Lecturers Yann Berquin, Adrian Zwiener,
Consultation-Hour entfällt
Time entfällt
Umfang 2 SWS, 4 LP
Beginn entfällt
First Meeting Thursday 15. October 2015, 15 Uhr
Room Sand 1, Raum A302



All students present their work in a 45 min presentation plus 10 min discussion. Two weeks after the presentation an essay on the topic has to be turned in (12-15 pages).


  • Path Planning for Autonomous Vehicles
    Path Planning is neccessary if a vehichle drives autonomous from a start pose to an goal pose. Issues are search algorithms like A* or D* and rapidly exploring random trees and obstacle avoidance. References: [1-5]
  • Control: Path Following
    Having found a save path from the robots starting point to the goal, we have to make sure that the robot follows this path. However, inaccuracy in steering and the properties of the environment leads to discrepancies to the planed path. This topics deals with minimizing this discrepancies and control in general. References: [1,5-9]
  • Control of Robotic Arms
    The control of robotic arms is complex due to the many degrees of freedoms. Besides, in manipulation gravity plays a more important role than for mobile robots. Consequently, dynamic models are necessary. On top of that, torque and force control provide nice applications. Ideally students should have knowledge of Physics in particular Mechanics. References[1,10-12]
  • Motion Planning for Robotic Arms
    The use of a robotic arms requires methods determining the angle of each joint motor for a given time to reach an goal position without any collisions. Consequently, motion planning for robotic arms involves much more degrees of freedom than the motion planning for the robots pose. Though the workspace is much smaller. Motion Planning for arms gets even more complex if constraints are added to an trajectory e.g. the movement of a cup of coffee without spilling.
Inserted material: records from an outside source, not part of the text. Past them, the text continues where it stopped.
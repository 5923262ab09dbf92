import { EmptyState } from '../../../components/ui/empty-state';
import { Notice } from '../../../components/ui/notice';
import { certificateStatusText } from '../../../../shared/schemas/certificates-api.schema';
import { useMyCertificates } from '../api/portal';

/** A customer's certificates: status in words, and the PDF exactly as issued. */
export function MyCertificates() {
  const q = useMyCertificates();
  if (q.isPending) return <p className="text-ink-muted">Loading your certificates…</p>;
  if (q.isError && q.data === undefined) return <Notice tone="danger" label="Your certificates could not be loaded" role="alert">{q.error.message}</Notice>;
  if (q.data.length === 0) {
    return (
      <EmptyState title="No certificates yet">
        <p>When the laboratory issues a certificate for one of your instruments, it appears here and is also sent by e-mail to your organisation’s contacts.</p>
      </EmptyState>
    );
  }
  return (
    <table className="w-full border-collapse text-sm">
      <caption className="sr-only">Your organisation’s certificates</caption>
      <thead>
        <tr className="border-b border-line-strong text-left">
          <th className="py-2 pr-3">Certificate</th>
          <th className="py-2 pr-3">Instrument</th>
          <th className="py-2 pr-3">Issued</th>
          <th className="py-2 pr-3">Status</th>
          <th className="py-2 pr-3">PDF</th>
        </tr>
      </thead>
      <tbody>
        {q.data.map((c) => (
          <tr key={c.id} className="border-b border-line align-top">
            <td className="whitespace-nowrap py-2 pr-3 font-semibold">
              {c.number}
              {c.amends && <div className="text-xs font-normal text-ink-muted">Replaces {c.amends}</div>}
            </td>
            <td className="py-2 pr-3">{c.itemLabel}</td>
            <td className="whitespace-nowrap py-2 pr-3 tabular-nums">{c.issueDate}</td>
            <td className="whitespace-nowrap py-2 pr-3" data-testid="certificate-status">
              {certificateStatusText(c)}
              {c.status === 'superseded' && <div className="text-xs text-ink-muted">Use the newer certificate.</div>}
            </td>
            <td className="py-2 pr-3">
              <a className="whitespace-nowrap text-ember-strong underline" href={`/api/portal/certificates/${c.id}/pdf`} download={`${c.number}.pdf`}>
                Download {c.number}.pdf
              </a>
            </td>
          </tr>
        ))}
      </tbody>
    </table>
  );
}
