def test_axiom_edit_gives_lost_and_gained_lines(env, tmp_path):
    """Without commutativity the group conjecture has no proof, and (the
    successor is injective and misses e) no finite countermodel: it runs to
    its time limit.  Removing the axiom loses it; putting it back gains it."""
    files = {
        "suite.toml": MANIFEST.replace('name = "paths"', 'name = "groups"')
                              .replace("time_limit = 5", "time_limit = 1")
                              .replace("axiom_check_time = 2", "axiom_check_time = 0.5")
                              .split("[expectations]")[0],
        "ax/group.nj": SLOW_AXIOMS + "axiom comm: forall x y. x * y = y * x\n",
        "goals/g.nj": "conjecture commutes: forall x y. x * y = y * x\n"
                      "conjecture lamp_lit: lit(a)\n",
    }
    for name, text in files.items():
        (tmp_path / name).parent.mkdir(parents=True, exist_ok=True)
        (tmp_path / name).write_text(text)
    _, v1 = env.run_suite(tmp_path)
    assert {k: r["verdict"] for k, r in rows(v1).items()} == {
        "commutes": "Theorem", "lamp_lit": "Theorem"}

    (tmp_path / "ax/group.nj").write_text(SLOW_AXIOMS)            # comm removed
    _, v2 = env.run_suite(tmp_path)
    r = rows(v2)
    assert r["commutes"]["verdict"] == "Timeout" and not r["commutes"]["reused"]
    assert r["lamp_lit"]["reused"]
    d = v2["diff"]
    assert [(x["key"], x["before"], x["after"]) for x in d["lost"]] == [
        ("goals/g.nj#commutes", "Theorem", "Timeout")]
    assert d["gained"] == [] and d["flipped"] == [] and d["regression"]
    assert cli_corpus.exit_code(v2["summary"]) == 5
    assert "lost        goals/g.nj#commutes" in cli_corpus.diff_text(d)

    (tmp_path / "ax/group.nj").write_text(SLOW_AXIOMS + "axiom comm: forall x y. x * y = y * x\n")
    _, v3 = env.run_suite(tmp_path)
    d = v3["diff"]
    assert [(x["key"], x["before"], x["after"]) for x in d["gained"]] == [
        ("goals/g.nj#commutes", "Timeout", "Theorem")]
    assert d["lost"] == [] and not d["regression"]
    assert cli_corpus.exit_code(v3["summary"]) == 0
    # only infinite models: the consistency check can neither refute nor satisfy
    assert v3["summary"]["axioms_consistent"] is None


# -- the axioms themselves: what changed between two runs ---------------------

class ApiClient:
    """The CLI's client, answered by the Flask test client."""

    def __init__(self, env):
        self.env = env

    def get(self, path, **q):
        resp = self.env.c.get(path, query_string={k: v for k, v in q.items() if v is not None},
                              headers=self.env.h)
        assert resp.status_code == 200, resp.get_json()
        return resp.get_json()


def test_diff_names_the_axioms_edited_added_and_removed(env, tmp_path, monkeypatch, capsys):
    root = write_suite(tmp_path)
    _, v1 = env.run_suite(root)
    # bc edited, lamp removed, ca added; the rules file untouched; ab only respaced
    write_suite(tmp_path, {"ax/facts.nj": """\
        axiom ab:   edge(a,b)   # the same content
        axiom bc: edge(b, d)
        axiom ca: edge(c, a)
        """})
    _, v2 = env.run_suite(root)
    want = {"added": [{"name": "ca", "file": "ax/facts.nj"}],
            "removed": [{"name": "lamp", "file": "ax/facts.nj"}],
            "edited": [{"name": "bc", "file": "ax/facts.nj", "file_before": "ax/facts.nj"}]}
    assert v2["diff"]["axiom_changes"] == want
    # the stored run names every axiom with its file and hash
    rec = C.CorpusStore(env.r).get_run(v2["summary"]["run"])
    assert {(e["name"], e["file"]) for e in rec["axiom_index"]} == {
        ("ab", "ax/facts.nj"), ("bc", "ax/facts.nj"), ("ca", "ax/facts.nj"),
        ("chain", "ax/rules.nj"), ("step", "ax/rules.nj")}

    monkeypatch.setattr(cli_corpus, "_client", lambda args: ApiClient(env))
    from service.cli import main
    code = main(["corpus", "diff", "--suite", "paths", "--json"])
    out = capsys.readouterr().out
    import json
    d = json.loads(out)
    assert d["axiom_changes"] == want
    # every key the JSON had before is still there, unchanged in meaning
    for k in ("a", "b", "suite", "gained", "lost", "flipped", "unexpected", "slower", "faster",
              "axioms_changed", "added", "removed", "reused", "searched",
              "axioms_consistent", "finished", "regression", "guards_b"):
        assert k in d, k
    assert code == 5 and len(d["flipped"]) == 3     # ac_path, ca_path, a_lit (lamp gone)

    main(["corpus", "diff", "--suite", "paths"])
    text = capsys.readouterr().out
    lines = text.splitlines()
    head = lines.index("axioms changed: 1 edited, 1 added, 1 removed")
    assert lines[head + 1].split() == ["edited", "bc", "(ax/facts.nj)"]
    assert lines[head + 2].split() == ["added", "ca", "(ax/facts.nj)"]
    assert lines[head + 3].split() == ["removed", "lamp", "(was", "in", "ax/facts.nj)"]
    # near the top: before the gained, lost and flipped lines
    first_change = min(i for i, ln in enumerate(lines)
                       if ln.split()[:1] in (["FLIPPED"], ["lost"], ["gained"]))
    assert head < first_change
    assert "using other axioms" in lines[-1]

    # a rerun with no edit: none
    _, v3 = env.run_suite(root)
    assert v3["diff"]["axiom_changes"] == {"added": [], "removed": [], "edited": []}
    assert "axioms changed: none" in cli_corpus.diff_text(v3["diff"])


def test_axioms_moved_to_another_file_are_not_changes_and_old_runs_still_compare():
    before = [{"name": "x", "file": "ax1/a.nj", "hash": "h1"},
              {"name": "y", "file": "ax1/a.nj", "hash": "h2"}]
    after = [{"name": "x", "file": "ax2/a.nj", "hash": "h1"},
             {"name": "y", "file": "ax2/a.nj", "hash": "h9"}]
    assert C.axiom_changes(before, after) == {
        "added": [], "removed": [],
        "edited": [{"name": "y", "file": "ax2/a.nj", "file_before": "ax1/a.nj"}]}
    # one name in two files of one run (local axioms of two problems): a
    # change in either is an edit of that name
    two = before + [{"name": "y", "file": "p.nj", "hash": "h3"}]
    assert C.axiom_changes(two, two)["edited"] == []
    assert C.axiom_changes(two, before)["edited"][0]["name"] == "y"
    # a run stored before the index: its axiom sets, no file
    old = {"axiom_sets": {"s1": {"x": "h1", "y": "h2"}, "s2": {"x": "h1"}}}
    assert C.axiom_index(old) == [{"name": "x", "file": None, "hash": "h1"},
                                  {"name": "y", "file": None, "hash": "h2"}]
    ch = C.axiom_changes(C.axiom_index(old), after)
    assert ch["edited"] == [{"name": "y", "file": "ax2/a.nj", "file_before": None}]
    a = view("A", [("f#g", "Theorem", 0.1, ["x"], False)])
    b = view("B", [("f#g", "Theorem", 0.1, ["x"], False)])
    assert C.compare(a, b)["axiom_changes"] == {"added": [], "removed": [], "edited": []}
    assert "(was" not in cli_corpus.diff_text(C.compare(a, b))
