@pytest.mark.parametrize("command", ["prove", "submit"])
def test_a_missing_file_or_a_folder_is_one_nightjar_line(command, tmp_path, monkeypatch,
                                                         capsys):
    monkeypatch.setenv("NIGHTJAR_SERVER", "http://127.0.0.1:9")      # never reached
    monkeypatch.chdir(tmp_path)
    (tmp_path / "sched").mkdir()
    assert cli.main([command, "nothere.nj"]) == 1
    assert capsys.readouterr().err == "nightjar: cannot read 'nothere.nj': no such file\n"
    assert cli.main([command, "sched"]) == 1
    assert capsys.readouterr().err == \
        "nightjar: cannot read 'sched': it is a folder, not a file\n"
    assert cli.main([command, str(tmp_path / "sched"), "--json"]) == 1
    out, err = capsys.readouterr()
    rec = json.loads(out)
    assert rec["status"] == "InputError" and rec["reason"] == err.strip()
    assert ":1:1:" not in err and err.startswith("nightjar: cannot read ")


# -- a job without a conjecture is named as prove names it (QA) ------------------

def test_proof_heads_a_file_without_conjecture_as_prove_does(service, capsys, tmp_path):
    from service.cli_prove import obligation_text
    sub = service.submit({"problems": [
        {"main": "cnf3.nj", "files": {"cnf3.nj": "axiom a: p(c)\n"}},
        {"main": "t.nj", "files": {"t.nj": "axiom a: p(c)\nconjecture t1: p(c)\n"}}]})
    service.run()
    sat, thm = (j["id"] for j in sub["jobs"])
    assert obligation_text(None) == "satisfiability of the file"
    assert obligation_text("t1") == "conjecture t1"
    assert cli.main(["proof", sat]) == 0
    assert capsys.readouterr().out.splitlines()[0] == \
        f"# cnf3.nj: satisfiability of the file: Satisfiable (job {sat})"
    assert cli.main(["proof", thm]) == 0
    assert capsys.readouterr().out.splitlines()[0] == \
        f"# t.nj: conjecture t1: Theorem (job {thm})"
    assert cli.main(["proof", sub["batch"]]) == 0
    heads = [ln for ln in capsys.readouterr().out.splitlines() if ln.startswith("=== ")]
    assert heads == [f"=== cnf3.nj  satisfiability of the file  Satisfiable  (job {sat})",
                     f"=== t.nj  conjecture t1  Theorem  (job {thm})"]
    # prove says it in the same words (the real engine, a one-line file)
    (tmp_path / "cnf3.nj").write_text("axiom a: p(c)\n")
    assert cli.main(["prove", str(tmp_path / "cnf3.nj"), "--time-limit", "5"]) == 0
    assert capsys.readouterr().out.splitlines()[0].startswith(
        f"{tmp_path / 'cnf3.nj'}: satisfiability of the file: Satisfiable")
Hence different techniques are needed, which are researched here. References: [1,13-15]
  • Detection of Grasping Points
    Handling of tools and the movement of objects requires the robot to grasp the object securely to prevent slippage. But where an object has to be grasped depends strongly on the geometry and surface condition of the object. The scope of this topic is how good grasping points can be found using computer vision and machine learning. References: [16,17]
  • Occupancy Grid Mapping
    We propose to study the problem of mapping using occupancy grids along with remote sensing (mainly laser ranging and sonar sensors). This topic can be a good introduction to data assimilation and Simultaneous Localization and Mapping (SLAM). Ideally students should have knowledge in probability and distributions. References: [18,19,28]
  • Sensor Fusion
    This topic focuses on the joint use of data from multiple sensors for navigation and mapping in mobile robotic applications. Ideally students should have interest and knowledge in probability and data assimilation. References: [20,21,22,23]
  • Multi Agent Systems
    This topic focuses on the use of multiple robots for mobile robotic applications. This topic allows to have an overview of general mobile robotics issues. This topic is best suited for first year university students. Students interested in game theory might also find this topic valuable. References: [22,23,24]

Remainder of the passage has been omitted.